Stored entries
+++

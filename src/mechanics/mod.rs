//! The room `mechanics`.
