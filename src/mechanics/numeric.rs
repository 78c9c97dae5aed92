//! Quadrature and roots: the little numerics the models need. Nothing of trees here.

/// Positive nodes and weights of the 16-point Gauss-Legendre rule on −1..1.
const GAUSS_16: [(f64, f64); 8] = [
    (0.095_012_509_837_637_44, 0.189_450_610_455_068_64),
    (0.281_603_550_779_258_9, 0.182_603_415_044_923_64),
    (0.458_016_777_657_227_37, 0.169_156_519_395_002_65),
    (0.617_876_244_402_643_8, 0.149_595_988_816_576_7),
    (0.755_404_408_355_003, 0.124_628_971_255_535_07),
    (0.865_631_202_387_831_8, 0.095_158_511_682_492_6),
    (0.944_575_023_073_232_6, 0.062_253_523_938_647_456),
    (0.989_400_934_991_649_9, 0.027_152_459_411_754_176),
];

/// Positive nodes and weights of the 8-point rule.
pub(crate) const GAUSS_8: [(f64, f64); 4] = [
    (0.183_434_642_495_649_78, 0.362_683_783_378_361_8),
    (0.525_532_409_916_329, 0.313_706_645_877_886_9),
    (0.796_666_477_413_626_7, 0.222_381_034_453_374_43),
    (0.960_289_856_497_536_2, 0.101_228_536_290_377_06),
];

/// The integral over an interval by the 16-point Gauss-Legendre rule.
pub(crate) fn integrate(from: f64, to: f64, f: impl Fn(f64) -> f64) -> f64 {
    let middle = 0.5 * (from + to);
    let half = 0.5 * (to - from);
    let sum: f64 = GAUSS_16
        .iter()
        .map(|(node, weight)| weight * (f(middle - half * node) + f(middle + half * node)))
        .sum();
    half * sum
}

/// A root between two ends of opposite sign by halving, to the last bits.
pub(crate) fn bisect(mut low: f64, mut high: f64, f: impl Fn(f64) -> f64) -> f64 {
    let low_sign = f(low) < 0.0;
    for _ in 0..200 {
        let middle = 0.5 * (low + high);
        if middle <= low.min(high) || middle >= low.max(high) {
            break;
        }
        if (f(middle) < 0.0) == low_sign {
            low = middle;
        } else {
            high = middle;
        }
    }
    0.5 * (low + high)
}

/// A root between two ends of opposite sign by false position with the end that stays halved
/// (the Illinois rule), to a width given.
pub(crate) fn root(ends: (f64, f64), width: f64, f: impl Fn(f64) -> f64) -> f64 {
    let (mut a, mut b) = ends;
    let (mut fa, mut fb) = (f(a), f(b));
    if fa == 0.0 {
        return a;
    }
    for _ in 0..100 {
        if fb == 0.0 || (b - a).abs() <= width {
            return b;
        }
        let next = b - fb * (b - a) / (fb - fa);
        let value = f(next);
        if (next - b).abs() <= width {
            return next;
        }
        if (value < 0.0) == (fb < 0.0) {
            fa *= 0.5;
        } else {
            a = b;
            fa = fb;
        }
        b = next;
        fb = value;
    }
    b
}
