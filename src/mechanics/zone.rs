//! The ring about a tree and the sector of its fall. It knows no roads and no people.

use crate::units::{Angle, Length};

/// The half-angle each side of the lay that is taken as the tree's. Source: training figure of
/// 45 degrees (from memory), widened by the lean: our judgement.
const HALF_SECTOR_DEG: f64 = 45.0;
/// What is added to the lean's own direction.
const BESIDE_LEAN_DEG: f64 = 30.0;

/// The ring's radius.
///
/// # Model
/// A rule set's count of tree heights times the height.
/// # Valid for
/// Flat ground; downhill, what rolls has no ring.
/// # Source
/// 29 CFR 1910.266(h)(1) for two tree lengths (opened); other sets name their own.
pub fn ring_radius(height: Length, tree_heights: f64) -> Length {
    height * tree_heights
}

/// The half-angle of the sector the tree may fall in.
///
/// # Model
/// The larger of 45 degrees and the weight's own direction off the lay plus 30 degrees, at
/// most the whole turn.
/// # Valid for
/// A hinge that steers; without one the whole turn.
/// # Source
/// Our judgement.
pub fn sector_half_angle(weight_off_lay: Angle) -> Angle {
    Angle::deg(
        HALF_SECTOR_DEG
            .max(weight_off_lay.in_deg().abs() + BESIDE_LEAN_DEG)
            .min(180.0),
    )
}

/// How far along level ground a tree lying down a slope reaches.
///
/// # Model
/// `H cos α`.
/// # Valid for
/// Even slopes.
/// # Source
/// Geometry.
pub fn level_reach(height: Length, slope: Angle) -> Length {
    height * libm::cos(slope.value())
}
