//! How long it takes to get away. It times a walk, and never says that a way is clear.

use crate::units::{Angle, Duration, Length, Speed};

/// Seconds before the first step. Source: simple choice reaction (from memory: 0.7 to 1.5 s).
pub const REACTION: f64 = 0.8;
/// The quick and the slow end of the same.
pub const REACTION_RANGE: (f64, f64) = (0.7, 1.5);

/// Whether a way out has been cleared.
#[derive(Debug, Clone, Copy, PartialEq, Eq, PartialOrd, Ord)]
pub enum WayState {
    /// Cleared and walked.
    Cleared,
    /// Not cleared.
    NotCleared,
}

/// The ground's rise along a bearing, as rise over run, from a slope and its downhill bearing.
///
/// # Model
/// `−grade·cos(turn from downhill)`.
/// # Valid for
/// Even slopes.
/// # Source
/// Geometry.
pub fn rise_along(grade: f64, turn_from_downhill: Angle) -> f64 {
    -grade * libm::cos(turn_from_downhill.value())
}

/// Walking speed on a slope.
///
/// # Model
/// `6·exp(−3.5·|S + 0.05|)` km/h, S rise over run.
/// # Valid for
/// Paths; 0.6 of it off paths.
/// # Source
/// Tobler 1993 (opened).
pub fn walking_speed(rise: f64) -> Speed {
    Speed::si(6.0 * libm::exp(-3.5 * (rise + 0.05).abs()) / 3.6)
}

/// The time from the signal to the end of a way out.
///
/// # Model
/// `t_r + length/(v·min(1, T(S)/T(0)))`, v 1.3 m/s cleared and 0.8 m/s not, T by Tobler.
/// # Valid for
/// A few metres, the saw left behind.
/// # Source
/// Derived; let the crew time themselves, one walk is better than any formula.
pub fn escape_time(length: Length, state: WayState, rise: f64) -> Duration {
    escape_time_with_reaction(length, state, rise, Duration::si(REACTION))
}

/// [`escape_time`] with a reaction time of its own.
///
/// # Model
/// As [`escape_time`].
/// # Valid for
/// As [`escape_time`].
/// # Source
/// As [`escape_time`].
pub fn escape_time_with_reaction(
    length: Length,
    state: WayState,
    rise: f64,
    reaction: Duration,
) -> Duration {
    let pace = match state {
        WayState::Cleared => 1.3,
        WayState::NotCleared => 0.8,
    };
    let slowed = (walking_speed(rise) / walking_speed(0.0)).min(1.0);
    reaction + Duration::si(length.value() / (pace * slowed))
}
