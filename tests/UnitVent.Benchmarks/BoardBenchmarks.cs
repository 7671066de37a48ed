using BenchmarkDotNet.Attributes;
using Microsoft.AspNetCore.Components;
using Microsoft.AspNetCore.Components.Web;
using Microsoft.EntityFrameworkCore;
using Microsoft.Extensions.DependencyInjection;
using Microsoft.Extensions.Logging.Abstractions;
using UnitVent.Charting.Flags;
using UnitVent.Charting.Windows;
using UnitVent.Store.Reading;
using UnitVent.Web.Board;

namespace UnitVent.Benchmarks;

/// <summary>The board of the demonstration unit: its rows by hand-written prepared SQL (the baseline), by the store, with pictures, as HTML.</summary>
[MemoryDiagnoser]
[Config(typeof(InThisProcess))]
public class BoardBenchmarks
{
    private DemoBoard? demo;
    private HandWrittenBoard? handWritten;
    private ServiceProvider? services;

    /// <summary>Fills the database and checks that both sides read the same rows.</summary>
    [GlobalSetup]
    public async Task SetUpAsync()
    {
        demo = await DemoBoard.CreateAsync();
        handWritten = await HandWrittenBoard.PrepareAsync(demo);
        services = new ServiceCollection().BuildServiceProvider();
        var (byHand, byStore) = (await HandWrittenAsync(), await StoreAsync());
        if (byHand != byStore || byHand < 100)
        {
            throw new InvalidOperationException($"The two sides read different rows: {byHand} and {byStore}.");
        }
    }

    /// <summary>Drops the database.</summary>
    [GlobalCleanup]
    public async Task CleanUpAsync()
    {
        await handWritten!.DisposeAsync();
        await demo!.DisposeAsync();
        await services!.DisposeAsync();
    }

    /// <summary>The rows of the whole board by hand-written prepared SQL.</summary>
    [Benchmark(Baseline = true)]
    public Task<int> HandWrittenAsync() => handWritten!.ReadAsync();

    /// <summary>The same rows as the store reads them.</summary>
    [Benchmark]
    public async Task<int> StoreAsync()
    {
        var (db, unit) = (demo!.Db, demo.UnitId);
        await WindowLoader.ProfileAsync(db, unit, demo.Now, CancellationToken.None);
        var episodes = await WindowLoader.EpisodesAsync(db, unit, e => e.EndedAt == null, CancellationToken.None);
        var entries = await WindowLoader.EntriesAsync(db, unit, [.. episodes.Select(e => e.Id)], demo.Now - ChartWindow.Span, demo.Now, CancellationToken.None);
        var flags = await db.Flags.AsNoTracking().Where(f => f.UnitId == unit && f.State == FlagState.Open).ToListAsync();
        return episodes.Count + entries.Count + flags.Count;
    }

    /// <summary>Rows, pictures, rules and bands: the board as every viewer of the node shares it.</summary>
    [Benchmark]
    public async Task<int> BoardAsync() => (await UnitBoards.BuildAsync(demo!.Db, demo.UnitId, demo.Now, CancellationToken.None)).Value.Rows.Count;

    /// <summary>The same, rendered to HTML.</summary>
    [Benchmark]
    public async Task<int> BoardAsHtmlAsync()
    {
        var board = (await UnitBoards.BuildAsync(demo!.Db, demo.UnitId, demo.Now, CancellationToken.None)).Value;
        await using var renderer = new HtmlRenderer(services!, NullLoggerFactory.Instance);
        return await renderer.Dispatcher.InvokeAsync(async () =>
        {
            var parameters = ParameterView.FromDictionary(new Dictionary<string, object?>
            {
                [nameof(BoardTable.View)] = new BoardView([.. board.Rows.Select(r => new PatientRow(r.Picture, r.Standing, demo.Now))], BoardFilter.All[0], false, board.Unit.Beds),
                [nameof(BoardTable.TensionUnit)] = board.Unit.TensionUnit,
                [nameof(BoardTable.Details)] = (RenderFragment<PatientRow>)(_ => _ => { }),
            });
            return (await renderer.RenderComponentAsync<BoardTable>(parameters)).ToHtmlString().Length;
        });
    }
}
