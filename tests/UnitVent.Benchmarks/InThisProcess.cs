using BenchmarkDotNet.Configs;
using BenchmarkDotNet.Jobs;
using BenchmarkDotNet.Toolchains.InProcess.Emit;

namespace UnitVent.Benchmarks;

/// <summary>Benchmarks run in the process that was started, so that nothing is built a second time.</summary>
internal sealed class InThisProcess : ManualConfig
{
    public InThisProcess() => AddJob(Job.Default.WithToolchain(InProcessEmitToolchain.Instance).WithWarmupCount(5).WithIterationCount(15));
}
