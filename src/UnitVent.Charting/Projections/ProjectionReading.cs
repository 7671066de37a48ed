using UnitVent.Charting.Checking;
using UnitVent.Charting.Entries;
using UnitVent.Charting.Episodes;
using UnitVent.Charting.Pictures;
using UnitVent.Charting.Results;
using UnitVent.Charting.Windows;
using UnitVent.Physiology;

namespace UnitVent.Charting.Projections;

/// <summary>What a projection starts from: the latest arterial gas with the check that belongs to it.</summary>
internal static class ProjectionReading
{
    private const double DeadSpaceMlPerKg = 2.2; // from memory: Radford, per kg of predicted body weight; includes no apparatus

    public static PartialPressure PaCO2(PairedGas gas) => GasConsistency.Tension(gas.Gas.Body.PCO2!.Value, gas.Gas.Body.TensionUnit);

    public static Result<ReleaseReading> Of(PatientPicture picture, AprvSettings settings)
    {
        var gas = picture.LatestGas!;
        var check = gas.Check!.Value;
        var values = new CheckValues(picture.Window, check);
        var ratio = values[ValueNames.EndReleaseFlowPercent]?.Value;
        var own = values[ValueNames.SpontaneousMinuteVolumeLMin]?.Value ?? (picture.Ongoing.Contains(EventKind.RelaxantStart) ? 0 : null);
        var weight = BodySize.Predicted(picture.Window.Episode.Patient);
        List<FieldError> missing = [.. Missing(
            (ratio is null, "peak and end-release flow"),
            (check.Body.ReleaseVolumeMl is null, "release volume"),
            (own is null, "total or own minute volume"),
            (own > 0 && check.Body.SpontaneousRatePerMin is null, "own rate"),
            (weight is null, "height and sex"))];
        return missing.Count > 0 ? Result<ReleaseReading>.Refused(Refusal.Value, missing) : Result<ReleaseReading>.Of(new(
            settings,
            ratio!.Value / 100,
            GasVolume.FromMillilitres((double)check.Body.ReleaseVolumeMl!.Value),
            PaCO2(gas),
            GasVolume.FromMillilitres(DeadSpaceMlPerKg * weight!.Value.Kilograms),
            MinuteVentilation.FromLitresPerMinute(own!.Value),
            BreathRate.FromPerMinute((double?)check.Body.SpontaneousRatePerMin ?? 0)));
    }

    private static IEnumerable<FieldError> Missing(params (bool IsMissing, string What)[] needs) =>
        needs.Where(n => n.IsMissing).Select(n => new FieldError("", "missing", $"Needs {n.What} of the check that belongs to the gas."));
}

+++

• TASK PROMPT: Those lines above that contain the string "FieldError" should be returned.

• ANSWER SECTION:
        List<FieldError> missing = [.. Missing(
    private static IEnumerable<FieldError> Missing(params (bool IsMissing, string What)[] needs) =>
        needs.Where(n => n.IsMissing).Select(n => new FieldError("", "missing", $"Needs {n.What} of the check that belongs to the gas."));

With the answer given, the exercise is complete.